Sometimes these books are scarcely worth reading. Especially in America, where more banalities on business are pressed within hard covers more quickly than in any other place on Earth. If you think this when you see “Newsonomics” by Ken Doctor in your bookstore, pick it up and read it. This is something quite different: descriptive prose and fresh insight about the news business by someone who knows how to interview, can argue a case in lucid English, and writes with the sympathy of an insider and the distance of a practised analyst. This is no accident. Ken did more than 20 years, man and boy, before the mast in newspapers, and latterly in the now defunct Knight Ridder, where he had the helm in digital enterprises in San Jose. Here at least they took the approaching digital tsunami seriously, even if elsewhere they were unable to ride out the storm. Ken then became a celebrated news media analyst, both on his own Content Bridges blog and for Outsell.

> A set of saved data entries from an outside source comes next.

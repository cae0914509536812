"""What the link does with the nouns, and the laws it has to keep."""

import math
from dataclasses import replace

import numpy as np
import pytest
from hypothesis import given
from hypothesis import strategies as st

from passplan.budgets.framing import downlink_rate_byte_s
from passplan.budgets.link import (
    REFERENCE_ERROR_RATE,
    bit_error_rate,
    doppler_shift_hz,
    downlink_ebn0_db,
    downlink_margin_db,
    free_space_loss_db,
    goodput_byte_s,
    ideal_ebn0_db,
    losses_db,
    polarisation_loss_db,
    received_error_rate,
    required_ebn0_db,
    satellite_required_ebn0_db,
    station_gain_dbi,
    uplink_ebn0_db,
    uplink_margin_db,
)
from passplan.domain.satellite import Beacon, Framing, Modulation, Polarisation, Radio
from passplan.domain.station import FixedAntenna, GroundRadio
from tests.flyby import flyby, satellite_with, station_with, still

RADIO = Radio(down_hz=437e6, up_hz=145.9e6, transmit_power_w=1.0)
MODULATIONS: tuple[Modulation, ...] = ("fsk-noncoherent", "fsk-coherent", "dpsk", "bpsk", "gmsk")
modulations = st.sampled_from(MODULATIONS)
ranges_km = st.floats(200.0, 40_000.0)


@given(near=ranges_km, far=ranges_km, frequency_hz=st.floats(1e6, 1e11))
def test_more_range_never_lowers_the_loss(near: float, far: float, frequency_hz: float) -> None:
    near, far = sorted((near, far))
    assert free_space_loss_db(frequency_hz, near) <= free_space_loss_db(frequency_hz, far)


@given(modulation=modulations, low_db=st.floats(-30.0, 30.0), high_db=st.floats(-30.0, 30.0))
def test_error_rate_falls_with_ebn0_and_never_exceeds_a_coin(
    modulation: Modulation, low_db: float, high_db: float
) -> None:
    low_db, high_db = sorted((low_db, high_db))
    worse, better = bit_error_rate(modulation, [low_db, high_db])
    assert 0.0 <= better <= worse <= 0.5


@given(modulation=modulations, error_rate=st.floats(1e-9, 0.4))
def test_ideal_ebn0_is_the_inverse_of_the_curve(modulation: Modulation, error_rate: float) -> None:
    assert bit_error_rate(modulation, ideal_ebn0_db(modulation, error_rate)) == pytest.approx(
        error_rate, rel=1e-6
    )


@given(
    modulation=modulations,
    measured_db=st.none() | st.floats(0.0, 30.0),
    range_km=ranges_km,
    margin_db=st.floats(0.0, 10.0),
    scrambled=st.booleans(),
    beacon=st.none() | st.just(Beacon(interval_s=30.0, length_s=3.0)),
)
def test_goodput_is_never_above_the_raw_rate(
    *,
    modulation: Modulation,
    measured_db: float | None,
    range_km: float,
    margin_db: float,
    scrambled: bool,
    beacon: Beacon | None,
) -> None:
    satellite = satellite_with(
        replace(
            RADIO, modulation=modulation, required_ebn0_db=measured_db, scrambled=scrambled, beacon=beacon
        )
    )
    station = station_with(GroundRadio(margin_db=margin_db))
    track = still(range_km)
    goodput = float(goodput_byte_s(satellite, station, track)[0])
    assert 0.0 <= goodput <= RADIO.bit_rate_bit_s / 8.0
    if downlink_margin_db(satellite, station, track)[0] < margin_db:
        assert goodput == 0.0
    else:
        assert goodput > 0.0


@pytest.mark.parametrize(
    ("ours", "theirs", "loss_db"),
    [
        ("right-circular", "right-circular", 0.0),
        ("left-circular", "left-circular", 0.0),
        ("right-circular", "left-circular", 20.0),
        ("right-circular", "linear", 3.0),
        ("linear", "left-circular", 3.0),
        ("linear", "linear", 3.0),
    ],
)
def test_polarisation(ours: Polarisation, theirs: Polarisation, loss_db: float) -> None:
    assert polarisation_loss_db(ours, theirs) == polarisation_loss_db(theirs, ours) == loss_db


def test_required_ebn0_is_measured_here_or_there_or_reckoned() -> None:
    plain, here = station_with(), station_with(GroundRadio(required_ebn0_db=17.5))
    reckoned = satellite_with(replace(RADIO, modulation="bpsk", implementation_loss_db=1.5))
    told = satellite_with(replace(RADIO, required_ebn0_db=16.0))
    assert required_ebn0_db(reckoned, plain) == pytest.approx(9.588 + 1.5, abs=1e-3)
    assert required_ebn0_db(told, plain) == 16.0
    assert required_ebn0_db(told, here) == required_ebn0_db(reckoned, here) == 17.5


@pytest.mark.parametrize("modulation", MODULATIONS)
def test_the_error_curve_passes_through_its_reference_at_the_required_value(modulation: Modulation) -> None:
    satellite = satellite_with(replace(RADIO, modulation=modulation, required_ebn0_db=18.0))
    station = station_with()
    here_db = float(downlink_ebn0_db(satellite, station, still(1000.0))[0])
    at_required = still(1000.0 * 10 ** ((here_db - 18.0) / 20.0))
    assert downlink_margin_db(satellite, station, at_required) == pytest.approx([0.0], abs=1e-9)
    assert received_error_rate(satellite, station, at_required) == pytest.approx(
        [REFERENCE_ERROR_RATE], rel=1e-6
    )


def test_pointing_is_lost_by_rotators_only() -> None:
    satellite, track = satellite_with(RADIO), still(1000.0)
    radio = GroundRadio(pointing_loss_db=0.7)
    turning = station_with(radio)
    fixed = station_with(radio, fixed_antenna=FixedAntenna(gain_table=((0.0, 2.0),)))
    difference = losses_db(satellite, turning, 437e6, track) - losses_db(satellite, fixed, 437e6, track)
    assert difference == pytest.approx([0.7])


def test_gain_of_a_fixed_antenna_is_read_from_its_table() -> None:
    station = station_with(fixed_antenna=FixedAntenna(gain_table=((0.0, -3.0), (30.0, 3.0), (90.0, 6.0))))
    gain = station_gain_dbi(station, [-5.0, 0.0, 15.0, 30.0, 60.0, 90.0])
    assert gain == pytest.approx([-3.0, -3.0, 0.0, 3.0, 4.5, 6.0])
    assert station_gain_dbi(station_with(), [5.0, 50.0]) == pytest.approx([12.0, 12.0])


def test_each_direction_uses_its_own_frequency() -> None:
    satellite, station, track = satellite_with(RADIO), station_with(), still(1000.0)
    swapped = satellite_with(replace(RADIO, down_hz=RADIO.up_hz, up_hz=RADIO.down_hz))
    octave_db = 20 * math.log10(437.0 / 145.9)
    down_db = downlink_ebn0_db(swapped, station, track) - downlink_ebn0_db(satellite, station, track)
    up_db = uplink_margin_db(satellite, station, track) - uplink_margin_db(swapped, station, track)
    assert down_db == pytest.approx([octave_db])
    assert up_db == pytest.approx([octave_db])


def test_uplink_ebn0_meets_the_required_value_at_the_sensitivity() -> None:
    satellite, station, track = satellite_with(RADIO), station_with(), flyby(highest_deg=50.0)
    above_db = uplink_ebn0_db(satellite, station, track) - satellite_required_ebn0_db(satellite)
    np.testing.assert_allclose(above_db, uplink_margin_db(satellite, station, track))


def test_goodput_of_a_pass_begins_where_the_margin_is_met() -> None:
    """A weak downlink closes only above some elevation, and its curve is best on top."""
    satellite = satellite_with(replace(RADIO, transmit_power_w=0.05))
    station, track = station_with(), flyby(highest_deg=70.0)
    goodput = goodput_byte_s(satellite, station, track)
    closes = downlink_margin_db(satellite, station, track) >= station.radio.margin_db
    np.testing.assert_array_equal(goodput > 0.0, closes)
    assert 0 < closes.sum() < len(closes)
    assert goodput.argmax() == pytest.approx(track.elevation_deg.argmax(), abs=1)
    full = downlink_rate_byte_s(satellite, 0.0)
    assert goodput.max() == pytest.approx(float(full), rel=0.01)


def test_the_beacon_takes_its_share() -> None:
    quiet = satellite_with(replace(RADIO, framing=Framing(keying_delay_s=0.5, frames_per_keying=4)))
    talking = satellite_with(replace(quiet.radio, beacon=Beacon(interval_s=60.0, length_s=3.0)))
    assert downlink_rate_byte_s(talking, 0.0) == pytest.approx(0.95 * downlink_rate_byte_s(quiet, 0.0))
    # four frames of 256 octets, (16 + 8 * 274 * 63/62) bits each, behind half a second of carrier
    assert downlink_rate_byte_s(quiet, 0.0) == pytest.approx(1024 / (0.5 + 4 * 2243.3548 / 9600.0), rel=1e-6)


@given(speed_km_s=st.floats(-8.0, 8.0), frequency_hz=st.floats(1e6, 1e11))
def test_doppler_adds_when_it_approaches(speed_km_s: float, frequency_hz: float) -> None:
    shift_hz = float(doppler_shift_hz(frequency_hz, speed_km_s))
    assert shift_hz == pytest.approx(-float(doppler_shift_hz(frequency_hz, -speed_km_s)))
    assert (shift_hz > 0.0) == (speed_km_s < 0.0 and shift_hz != 0.0)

So this should be good. And it does not disappoint. Here you will find a good analysis of what happens in a media segment when the classical gatekeeper editorial role becomes diminished in Authority. You can see here an industry contracting and consolidating as cyclical change becomes structural. The growing disaffection of readers is matched by the inability of news providers to come up with any recognition of what their readers now want, and the people who read that disaffection most accurately are the advertisers, who quietly head off elsewhere. Meanwhile new aggregators re-intermediate with new solutions, turning the old suppliers into secondary sources – and sometimes free sources at that. Meanwhile, readers are becoming newsmen, local is being reborn, and community in the network begins to recreate news forms which in print had taken two hundred years to evolve. Reporters get to be bloggers, niche is more important than general and everyone is Editor. A new form of marketing is born around viral distribution, which begins to suggest new roles for news media. This is a great story, and it has not been told in a better analytic style than here.
By the time I came to the end I almost shed a tear for old Rupert M, struggling on past pension age to feed the family and make sense of all of this. Ken’s analysis makes it clear to me that you cannot buy your way in (My Space-style). You have to build it and know it, experiment through failure to success. And you cannot postpone it with a paywall, or hope that television will be immune. In some ways the visual world of the web will sap the defences of television news more rapidly, aided by the filtering of Twitter and the super-distribution of YouTube.
By a glorious irony, Ken’s publisher is St Martins Press (Macmillan) the global super-publisher who forced little old Mom-and-Pop digital corner bookstore Amazon into a price deal that they did not want in the public interest despite the fact that it increased their margins. This should mean that the eBook version should be out now too, but even if it isn’t, order this on Amazon or www.stmartins.com ( ISBN978-0-312-59893-8). Worth every penny of whatever John Sargent tells Jeff Bezos it is worth.